Task prompt:
Which lines of the entries below include "Error"? List them all.
---------- Data records ----------
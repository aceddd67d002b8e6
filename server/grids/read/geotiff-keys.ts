import { numbersIn, type TiffDirectory, tags } from './tiff-directory'

const names: Record<number, string> = {
  1024: 'GTModelTypeGeoKey', 1025: 'GTRasterTypeGeoKey', 1026: 'GTCitationGeoKey', 2048: 'GeographicTypeGeoKey',
  2049: 'GeogCitationGeoKey', 2050: 'GeogGeodeticDatumGeoKey', 2051: 'GeogPrimeMeridianGeoKey',
  2052: 'GeogLinearUnitsGeoKey', 2053: 'GeogLinearUnitSizeGeoKey', 2054: 'GeogAngularUnitsGeoKey',
  2055: 'GeogAngularUnitSizeGeoKey', 2056: 'GeogEllipsoidGeoKey', 2057: 'GeogSemiMajorAxisGeoKey',
  2058: 'GeogSemiMinorAxisGeoKey', 2059: 'GeogInvFlatteningGeoKey', 2060: 'GeogAzimuthUnitsGeoKey',
  2061: 'GeogPrimeMeridianLongGeoKey', 2062: 'GeogTOWGS84GeoKey', 3072: 'ProjectedCSTypeGeoKey',
  3073: 'PCSCitationGeoKey', 3074: 'ProjectionGeoKey', 3075: 'ProjCoordTransGeoKey', 3076: 'ProjLinearUnitsGeoKey',
  3077: 'ProjLinearUnitSizeGeoKey', 3078: 'ProjStdParallel1GeoKey', 3079: 'ProjStdParallel2GeoKey',
  3080: 'ProjNatOriginLongGeoKey', 3081: 'ProjNatOriginLatGeoKey', 3082: 'ProjFalseEastingGeoKey',
  3083: 'ProjFalseNorthingGeoKey', 3084: 'ProjFalseOriginLongGeoKey', 3085: 'ProjFalseOriginLatGeoKey',
  3086: 'ProjFalseOriginEastingGeoKey', 3087: 'ProjFalseOriginNorthingGeoKey', 3088: 'ProjCenterLongGeoKey',
  3089: 'ProjCenterLatGeoKey', 3090: 'ProjCenterEastingGeoKey', 3091: 'ProjCenterNorthingGeoKey',
  3092: 'ProjScaleAtNatOriginGeoKey', 3093: 'ProjScaleAtCenterGeoKey', 3094: 'ProjAzimuthAngleGeoKey',
  3095: 'ProjStraightVertPoleLongGeoKey', 3096: 'ProjRectifiedGridAngleGeoKey', 4096: 'VerticalCSTypeGeoKey',
  4097: 'VerticalCitationGeoKey', 4098: 'VerticalDatumGeoKey', 4099: 'VerticalUnitsGeoKey',
}

export type GeoKeys = Record<string, number | number[] | string>

/** The geo keys of an image by name, or null without any. Throws when they point outside their tags. OGC 19-008. */
export function geoKeysOf(directory: TiffDirectory): GeoKeys | null {
  const table = numbersIn(directory, tags.geoKeys)
  if (table.length < 4) return null
  const keys: GeoKeys = {}
  const count = table[3]!
  if (table.length < 4 + 4 * count) throw new Error(`${count} geo keys are declared`)
  for (let i = 1; i <= count; i++) {
    const [id, place, length, value] = table.slice(4 * i, 4 * i + 4) as [number, number, number, number]
    const name = names[id]
    if (name === undefined) continue
    if (place === 0) keys[name] = value
    else keys[name] = valueAt(directory, place, value, length)
  }
  return keys
}

function valueAt(directory: TiffDirectory, tag: number, from: number, length: number): number | number[] | string {
  const stored = directory.get(tag)
  if (stored === undefined || from + length > stored.length + (typeof stored === 'string' ? 1 : 0)) {
    throw new Error(`a geo key points outside tag ${tag}`)
  }
  if (typeof stored === 'string') return stored.slice(from, from + length).replace(/\|$/, '')
  return length === 1 ? stored[from]! : stored.slice(from, from + length)
}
----------
Solution for this exercise:
  if (table.length < 4 + 4 * count) throw new Error(`${count} geo keys are declared`)
    throw new Error(`a geo key points outside tag ${tag}`)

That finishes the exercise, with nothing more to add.